Nous sommes en temps de crise. Tout le monde se serre la ceinture: le peuple, l’État… Est-ce normal qu’un administrateur chez Belgacom touche 5.000 euros pour chaque réunion à laquelle il assiste? Qui peut prétendre à cela en Belgique? C’est contre cette politique un peu incompréhensible, et je tempère mes mots, que je m’oppose en tant qu’actionnaire.

Didier Bellens mérite-t-il, lui, un salaire de 2,4 millions d’euros annuels pour diriger Belgacom?

On entre dans un autre débat, sur lequel je me montrerai plus prudent. Nous devons nous pencher sur la question avec les partenaires de la majorité. C’est imminent.
Certains paramètres entrent en compte pour juger de ce qui est raisonnable, même si personnellement je trouve excessif que le patron de Belgacom gagne dix fois plus d’argent que notre Premier ministre…

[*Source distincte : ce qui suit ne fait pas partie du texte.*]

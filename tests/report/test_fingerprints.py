"""A finding's name outlives a re-export and never stands twice in a report."""

from __future__ import annotations

from dataclasses import replace

from protlint.findings import Finding, fingerprint, identifying_parts, stamp_fingerprints

FINDING = Finding(check="base-stop-absent", limiter="Q10", parts=("Q11", "R11"), message="as found")
LIMITER = ("Q10", "R11", "Q11")


def test_lines_nets_figures_and_order_do_not_matter() -> None:
    other = replace(FINDING, parts=("r11", "q11"), line=99, column=2, nets=("N2",), message="0.7 A", remedy="100 ohm")
    assert fingerprint(other, ("Q11", "Q10", "R11")) == fingerprint(FINDING, LIMITER)


def test_check_parts_limiter_and_subject_matter() -> None:
    names = {
        fingerprint(FINDING, LIMITER),
        fingerprint(replace(FINDING, check="base-stop-low"), LIMITER),
        fingerprint(replace(FINDING, parts=("Q11",)), LIMITER),
        fingerprint(replace(FINDING, subject="carry"), LIMITER),
        fingerprint(FINDING, ("Q20", "R21", "Q21")),
    }
    assert len(names) == 5


def test_a_repeated_name_is_counted_on() -> None:
    stamped = stamp_fingerprints([FINDING, FINDING, FINDING], {"Q10": LIMITER})
    first = fingerprint(FINDING, LIMITER)
    assert [finding.fingerprint for finding in stamped] == [first, f"{first}-2", f"{first}-3"]


def test_what_is_added_to_mend_a_finding_does_not_rename_the_others() -> None:
    before = {"pass": ("Q10",), "sense": ("R11",), "shunt": ("Q11",), "compensation": ()}
    assert identifying_parts(before) == identifying_parts({**before, "compensation": ("C1",), "base_stop": ("R12",)})


def test_any_text_can_be_named() -> None:
    assert fingerprint(replace(FINDING, parts=("\ud800\x1b",))).startswith("base-stop-absent-")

Retournons la question: le salaire d’Élio Di Rupo est-il assez élevé, au vu de ses responsabilités?

Je ne suis pas celui qui vous dira que le politique doit gagner plus. Ne comptez pas là-dessus (sourire).

Comme juger, alors, du juste salaire?

Avec Belgacom, comme exemple, on parle d’une grande entreprise. Elle joue un rôle important. Elle se débat dans un monde des télécoms très concurrentiel, rempli de défis technologiques, parfois contre des acteurs mondiaux. Mais elle reste une société publique. Idéalement, il fait parvenir à mettre sur pieds un "benchmark" objectif qui se reposerait sur les rémunérations en vigueur dans son secteur tout en tenant compte de son statut spécifique.

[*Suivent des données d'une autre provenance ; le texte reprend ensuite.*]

"""Widths, wrapping, tables and figures."""

from __future__ import annotations

import pytest
from hypothesis import given
from hypothesis import strategies as st

from protlint.report.figures import counted, figure, percent, triple, unit_for
from protlint.report.layout import fitting, painted, shortened, table, tail, width, wrapped


@pytest.mark.parametrize(("text", "columns"), [("abc", 3), ("電流", 4), ("e\u0301", 1), ("", 0), ("Ω", 1)])
def test_width_is_that_of_a_terminal(text: str, columns: int) -> None:
    assert width(text) == columns


@given(
    st.text(alphabet=st.sampled_from("ab 電\u0301"), max_size=200),
    st.integers(min_value=0, max_value=20),
    st.integers(min_value=30, max_value=80),
)
def test_wrapping_keeps_every_word_and_the_width(text: str, indent: int, columns: int) -> None:
    lines = wrapped(text, indent=indent, columns=columns)
    assert all(width(line) <= columns for line in lines)
    assert "".join("".join(lines).split()) == "".join(text.split())


def test_a_lead_stands_in_place_of_the_first_indent() -> None:
    assert wrapped("one two", indent=4, first="  - ", columns=8) == ["  - one", "    two"]


def test_tables_align_wide_characters() -> None:
    assert table([["a", "1"], ["電流", "22"]], indent=1) == [" a      1", " 電流  22"]
    assert table([]) == []


def test_shortened_text_says_that_it_is() -> None:
    assert shortened("abcdef", 6) == "abcdef"
    assert shortened("abcdefg", 6) == "abcd.."
    assert width(shortened("電" * 10, 7)) <= 7


def test_a_path_too_long_keeps_its_end() -> None:
    assert tail("CH2/Q10", 7) == "CH2/Q10"
    assert tail("LEFT/CH2/Q10", 8) == "..H2/Q10"


@pytest.mark.parametrize(
    ("names", "columns", "shown"),
    [
        (["Q1", "Q2", "Q3"], 10, "Q1, Q2, Q3"),
        (["Q1", "Q2", "Q3", "Q4"], 13, "Q1 and 3 more"),
        (["Q1", "Q2", "Q3", "Q4"], 16, "Q1, Q2, Q3, Q4"),
        (["LEFT/CH2/Q10", "Q2"], 15, "..10 and 1 more"),
        (["LEFT/CH2/Q10"], 6, "../Q10"),
    ],
)
def test_names_that_do_not_fit_are_counted(names: list[str], columns: int, shown: str) -> None:
    assert fitting(names, columns) == shown
    assert width(shown) <= columns


def test_paint_is_a_code_around_the_text_or_nothing() -> None:
    assert painted("x", "error", colour=True) == "\x1b[31mx\x1b[0m"
    assert painted("x", "error", colour=False) == "x"
    assert painted("x", "no such", colour=True) == "x"


@pytest.mark.parametrize(
    ("ends", "usual", "shown"),
    [
        ([0.349, 0.385], 0.367, "0.349 / 0.367 / 0.385"),
        ([0.98, 1.09], 1.034, "0.98 / 1.03 / 1.09"),
        ([9.5, 12.04], 10.6, "9.5 / 10.6 / 12.0"),
        ([0.0, 0.0], 0.0, "0.00 / 0.00 / 0.00"),
        (None, 1.2, "1.20"),
        (None, None, "-"),
    ],
)
def test_a_range_has_the_decimals_of_its_high_end(ends: list[float] | None, usual: float | None, shown: str) -> None:
    assert triple(ends, usual) == shown


@pytest.mark.parametrize(
    ("values", "unit"),
    [([0.367, 1.2], "A"), ([0.0994], "mA"), ([2.1e-5, None], "uA"), ([], "A"), ([0.0], "A"), ([1e-15], "pA")],
)
def test_a_column_has_one_unit(values: list[float | None], unit: str) -> None:
    name, scale = unit_for(values, "A")
    assert name == unit
    assert scale == {"A": 1.0, "mA": 1e-3, "uA": 1e-6, "pA": 1e-12}[unit]


def test_what_is_not_known_or_endless_is_a_dash() -> None:
    assert figure(None, "A") == figure(float("nan"), "A") == figure(float("inf"), "A") == "-"
    assert (percent(0.055), percent(-0.6)) == ("5.5 %", "-60 %")
    assert (counted(1, "error"), counted(0, "error")) == ("1 error", "0 errors")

Existe-t-il un consensus là-dessus?

C’est la première chose sur laquelle je dois et je vais me pencher avec mes collègues.

Quand peut-on attendre une décision?

Aussi vite que possible même si l’on touche à un sujet délicat. Je l’espère pour l’été.

Votre prédécesseur Paul Magnette avait un temps évoquer un plafond salarial…

Une technique parmi d’autres serait, en effet, de définir un coefficient fixant l’écart qui peut exister entre la paie d’un patron et le salaire médian pratiqué dans son entreprise. Pour moi, il s’agit de la méthode la plus adaptée. Mais je ne décide pas seul.

Avec un revenu maximal de 800.000 euros, comme déjà évoqué?

Je ne veux pas citer de chiffres. Je veux d’abord comparer. Quelle que soit la décision, des gens vont trouver que c’est beaucoup, d’autres que c’est trop peu...

Ce serait beaucoup moins que ce que gagnent aujourd’hui Didier Bellens ou Johnny Thys (Bpost). Accepteront-ils?
Un contrat est un contrat nous y sommes liés. L’intention n’est pas, non plus, de pénaliser les cadres d’un niveau inférieur qui ont obtenu des garanties, en fonction du travail accompli. Soyons clairs. Ce qui est certain c’est que si l’on revoit, on revoit la baisse. Pour Belgacom, entreprise publique autonome, je ne pense par exemple pas que les émulations d’un Carlos Brito (ABinbev) ou de Carlos Slim, dans les télécoms, peuvent être considérées comme des références acceptables au moment d’établir un nouveau standard.

Mais trouvez-vous, en soi, acceptable qu’un dirigeant gagne autant?

Vous me posez la question, j’y réponds. Je me demande parfois ce que font ces CEO avec tout cet argent…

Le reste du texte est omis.